◆ **Task instructions**: Each line of the data must be reproduced as it appears.

[Items listed in a dataset]

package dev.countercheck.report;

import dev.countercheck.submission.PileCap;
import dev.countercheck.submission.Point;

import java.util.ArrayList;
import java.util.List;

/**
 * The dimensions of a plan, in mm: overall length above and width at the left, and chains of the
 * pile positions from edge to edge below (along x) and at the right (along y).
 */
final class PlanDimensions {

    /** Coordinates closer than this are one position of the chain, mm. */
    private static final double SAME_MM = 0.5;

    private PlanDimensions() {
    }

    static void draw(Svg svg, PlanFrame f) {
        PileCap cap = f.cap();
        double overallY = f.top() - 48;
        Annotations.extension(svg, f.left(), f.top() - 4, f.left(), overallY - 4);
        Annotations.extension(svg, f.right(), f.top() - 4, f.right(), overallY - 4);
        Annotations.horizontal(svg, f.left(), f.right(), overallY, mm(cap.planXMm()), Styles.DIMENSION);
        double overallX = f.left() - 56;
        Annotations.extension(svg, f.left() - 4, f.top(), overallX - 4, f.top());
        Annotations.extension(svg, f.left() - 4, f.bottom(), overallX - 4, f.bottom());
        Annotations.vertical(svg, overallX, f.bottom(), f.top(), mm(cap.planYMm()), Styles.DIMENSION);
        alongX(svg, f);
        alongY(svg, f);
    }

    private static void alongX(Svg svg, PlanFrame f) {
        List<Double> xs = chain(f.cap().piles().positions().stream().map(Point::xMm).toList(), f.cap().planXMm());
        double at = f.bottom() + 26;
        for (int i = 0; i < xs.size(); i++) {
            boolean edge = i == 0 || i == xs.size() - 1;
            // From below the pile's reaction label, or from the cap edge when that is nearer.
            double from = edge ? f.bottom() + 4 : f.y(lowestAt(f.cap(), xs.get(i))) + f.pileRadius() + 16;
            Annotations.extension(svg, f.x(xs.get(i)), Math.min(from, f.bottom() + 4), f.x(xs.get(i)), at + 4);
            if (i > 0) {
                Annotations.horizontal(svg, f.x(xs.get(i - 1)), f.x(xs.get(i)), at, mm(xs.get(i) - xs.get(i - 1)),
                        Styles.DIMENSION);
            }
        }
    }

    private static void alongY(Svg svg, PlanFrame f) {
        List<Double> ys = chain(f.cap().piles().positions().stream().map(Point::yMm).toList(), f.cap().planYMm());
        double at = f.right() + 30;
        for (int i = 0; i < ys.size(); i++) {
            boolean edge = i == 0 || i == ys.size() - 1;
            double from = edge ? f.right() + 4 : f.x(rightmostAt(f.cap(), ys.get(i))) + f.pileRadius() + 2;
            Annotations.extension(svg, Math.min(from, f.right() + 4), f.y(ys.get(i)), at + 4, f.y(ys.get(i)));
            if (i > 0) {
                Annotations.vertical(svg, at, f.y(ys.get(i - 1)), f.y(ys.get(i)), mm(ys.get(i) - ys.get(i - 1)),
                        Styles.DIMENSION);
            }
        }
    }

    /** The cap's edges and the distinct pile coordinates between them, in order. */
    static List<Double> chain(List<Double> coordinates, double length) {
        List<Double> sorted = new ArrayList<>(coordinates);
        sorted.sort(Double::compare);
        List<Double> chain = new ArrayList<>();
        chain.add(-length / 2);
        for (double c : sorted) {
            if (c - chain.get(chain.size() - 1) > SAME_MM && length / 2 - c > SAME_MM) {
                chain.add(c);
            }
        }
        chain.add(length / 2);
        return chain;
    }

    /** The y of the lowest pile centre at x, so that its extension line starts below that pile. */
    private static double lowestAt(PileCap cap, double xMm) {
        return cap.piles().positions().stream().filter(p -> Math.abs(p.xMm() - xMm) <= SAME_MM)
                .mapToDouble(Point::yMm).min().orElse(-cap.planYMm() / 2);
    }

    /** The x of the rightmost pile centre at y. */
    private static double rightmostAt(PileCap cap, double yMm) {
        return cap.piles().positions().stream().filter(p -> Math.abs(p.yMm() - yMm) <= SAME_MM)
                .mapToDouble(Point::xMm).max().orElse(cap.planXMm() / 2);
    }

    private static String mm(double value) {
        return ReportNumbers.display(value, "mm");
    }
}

◆ **Response to the exercise**:
package dev.countercheck.report;

import dev.countercheck.submission.PileCap;
import dev.countercheck.submission.Point;

import java.util.ArrayList;
import java.util.List;

/**
 * The dimensions of a plan, in mm: overall length above and width at the left, and chains of the
 * pile positions from edge to edge below (along x) and at the right (along y).
 */
final class PlanDimensions {

    /** Coordinates closer than this are one position of the chain, mm. */
    private static final double SAME_MM = 0.5;

    private PlanDimensions() {
    }

    static void draw(Svg svg, PlanFrame f) {
        PileCap cap = f.cap();
        double overallY = f.top() - 48;
        Annotations.extension(svg, f.left(), f.top() - 4, f.left(), overallY - 4);
        Annotations.extension(svg, f.right(), f.top() - 4, f.right(), overallY - 4);
        Annotations.horizontal(svg, f.left(), f.right(), overallY, mm(cap.planXMm()), Styles.DIMENSION);
        double overallX = f.left() - 56;
        Annotations.extension(svg, f.left() - 4, f.top(), overallX - 4, f.top());
        Annotations.extension(svg, f.left() - 4, f.bottom(), overallX - 4, f.bottom());
        Annotations.vertical(svg, overallX, f.bottom(), f.top(), mm(cap.planYMm()), Styles.DIMENSION);
        alongX(svg, f);
        alongY(svg, f);
    }

    private static void alongX(Svg svg, PlanFrame f) {
        List<Double> xs = chain(f.cap().piles().positions().stream().map(Point::xMm).toList(), f.cap().planXMm());
        double at = f.bottom() + 26;
        for (int i = 0; i < xs.size(); i++) {
            boolean edge = i == 0 || i == xs.size() - 1;
            // From below the pile's reaction label, or from the cap edge when that is nearer.
            double from = edge ? f.bottom() + 4 : f.y(lowestAt(f.cap(), xs.get(i))) + f.pileRadius() + 16;
            Annotations.extension(svg, f.x(xs.get(i)), Math.min(from, f.bottom() + 4), f.x(xs.get(i)), at + 4);
            if (i > 0) {
                Annotations.horizontal(svg, f.x(xs.get(i - 1)), f.x(xs.get(i)), at, mm(xs.get(i) - xs.get(i - 1)),
                        Styles.DIMENSION);
            }
        }
    }

    private static void alongY(Svg svg, PlanFrame f) {
        List<Double> ys = chain(f.cap().piles().positions().stream().map(Point::yMm).toList(), f.cap().planYMm());
        double at = f.right() + 30;
        for (int i = 0; i < ys.size(); i++) {
            boolean edge = i == 0 || i == ys.size() - 1;
            double from = edge ? f.right() + 4 : f.x(rightmostAt(f.cap(), ys.get(i))) + f.pileRadius() + 2;
            Annotations.extension(svg, Math.min(from, f.right() + 4), f.y(ys.get(i)), at + 4, f.y(ys.get(i)));
            if (i > 0) {
                Annotations.vertical(svg, at, f.y(ys.get(i - 1)), f.y(ys.get(i)), mm(ys.get(i) - ys.get(i - 1)),
                        Styles.DIMENSION);
            }
        }
    }

    /** The cap's edges and the distinct pile coordinates between them, in order. */
    static List<Double> chain(List<Double> coordinates, double length) {
        List<Double> sorted = new ArrayList<>(coordinates);
        sorted.sort(Double::compare);
        List<Double> chain = new ArrayList<>();
        chain.add(-length / 2);
        for (double c : sorted) {
            if (c - chain.get(chain.size() - 1) > SAME_MM && length / 2 - c > SAME_MM) {
                chain.add(c);
            }
        }
        chain.add(length / 2);
        return chain;
    }

    /** The y of the lowest pile centre at x, so that its extension line starts below that pile. */
    private static double lowestAt(PileCap cap, double xMm) {
        return cap.piles().positions().stream().filter(p -> Math.abs(p.xMm() - xMm) <= SAME_MM)
                .mapToDouble(Point::yMm).min().orElse(-cap.planYMm() / 2);
    }

    /** The x of the rightmost pile centre at y. */
    private static double rightmostAt(PileCap cap, double yMm) {
        return cap.piles().positions().stream().filter(p -> Math.abs(p.yMm() - yMm) <= SAME_MM)
                .mapToDouble(Point::xMm).max().orElse(cap.planXMm() / 2);
    }

    private static String mm(double value) {
        return ReportNumbers.display(value, "mm");
    }
}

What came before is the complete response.